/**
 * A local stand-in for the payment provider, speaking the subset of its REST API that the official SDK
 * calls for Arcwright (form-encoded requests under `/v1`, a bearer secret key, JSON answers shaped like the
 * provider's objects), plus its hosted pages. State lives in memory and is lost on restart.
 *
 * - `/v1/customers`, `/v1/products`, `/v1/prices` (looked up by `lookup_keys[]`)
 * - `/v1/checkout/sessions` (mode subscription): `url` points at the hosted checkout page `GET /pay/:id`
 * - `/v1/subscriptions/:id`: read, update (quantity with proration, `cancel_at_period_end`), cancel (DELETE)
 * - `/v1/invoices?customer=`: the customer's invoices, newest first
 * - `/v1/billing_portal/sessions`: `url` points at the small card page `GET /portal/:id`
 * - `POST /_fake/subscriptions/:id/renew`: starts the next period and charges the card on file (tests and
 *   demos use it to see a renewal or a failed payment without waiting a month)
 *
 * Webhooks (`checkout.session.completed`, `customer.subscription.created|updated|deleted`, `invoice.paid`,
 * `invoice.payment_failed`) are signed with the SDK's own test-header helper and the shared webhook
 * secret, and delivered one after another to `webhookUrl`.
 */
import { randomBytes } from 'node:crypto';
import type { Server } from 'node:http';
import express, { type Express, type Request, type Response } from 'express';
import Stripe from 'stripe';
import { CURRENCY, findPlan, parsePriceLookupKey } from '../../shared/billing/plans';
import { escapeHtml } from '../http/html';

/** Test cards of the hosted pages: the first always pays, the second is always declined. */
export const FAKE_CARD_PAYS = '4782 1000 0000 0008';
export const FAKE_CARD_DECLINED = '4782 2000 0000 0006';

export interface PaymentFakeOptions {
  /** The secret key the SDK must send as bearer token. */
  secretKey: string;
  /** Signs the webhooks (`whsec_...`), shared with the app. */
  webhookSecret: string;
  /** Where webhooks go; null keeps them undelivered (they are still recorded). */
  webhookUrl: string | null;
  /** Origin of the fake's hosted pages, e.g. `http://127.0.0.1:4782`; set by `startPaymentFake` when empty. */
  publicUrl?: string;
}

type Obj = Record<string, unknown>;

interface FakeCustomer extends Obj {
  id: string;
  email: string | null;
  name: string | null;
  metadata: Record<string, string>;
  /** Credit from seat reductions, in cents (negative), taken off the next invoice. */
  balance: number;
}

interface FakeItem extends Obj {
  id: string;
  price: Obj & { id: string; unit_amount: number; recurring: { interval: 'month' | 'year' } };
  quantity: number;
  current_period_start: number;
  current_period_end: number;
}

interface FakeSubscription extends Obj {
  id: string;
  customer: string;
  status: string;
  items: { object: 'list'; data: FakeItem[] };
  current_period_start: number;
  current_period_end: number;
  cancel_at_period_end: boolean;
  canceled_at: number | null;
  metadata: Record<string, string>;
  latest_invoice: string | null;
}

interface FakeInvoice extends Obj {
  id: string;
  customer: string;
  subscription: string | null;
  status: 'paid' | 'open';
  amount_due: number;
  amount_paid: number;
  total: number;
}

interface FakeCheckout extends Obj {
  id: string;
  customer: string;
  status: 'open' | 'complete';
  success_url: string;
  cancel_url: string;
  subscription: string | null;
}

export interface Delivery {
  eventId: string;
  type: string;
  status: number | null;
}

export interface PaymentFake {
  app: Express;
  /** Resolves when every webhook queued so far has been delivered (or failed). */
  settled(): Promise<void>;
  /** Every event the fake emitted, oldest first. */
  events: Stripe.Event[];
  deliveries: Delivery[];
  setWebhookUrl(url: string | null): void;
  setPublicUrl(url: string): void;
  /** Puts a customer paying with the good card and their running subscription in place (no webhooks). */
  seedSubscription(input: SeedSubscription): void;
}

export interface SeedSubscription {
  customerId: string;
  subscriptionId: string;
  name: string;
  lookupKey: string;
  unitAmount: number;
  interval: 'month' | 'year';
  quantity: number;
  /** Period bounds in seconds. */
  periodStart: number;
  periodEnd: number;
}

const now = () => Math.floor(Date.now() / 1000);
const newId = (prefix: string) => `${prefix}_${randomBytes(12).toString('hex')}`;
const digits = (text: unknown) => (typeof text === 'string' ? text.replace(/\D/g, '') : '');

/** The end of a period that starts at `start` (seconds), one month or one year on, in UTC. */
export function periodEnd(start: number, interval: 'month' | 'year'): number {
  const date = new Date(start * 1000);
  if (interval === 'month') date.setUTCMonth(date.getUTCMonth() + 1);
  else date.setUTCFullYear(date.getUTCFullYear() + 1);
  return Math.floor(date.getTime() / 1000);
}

## PROBLEM DESCRIPTION:
Copy out every line of the listing that contains the string "Math".

## ANSWER BOX:
const now = () => Math.floor(Date.now() / 1000);
  return Math.floor(date.getTime() / 1000);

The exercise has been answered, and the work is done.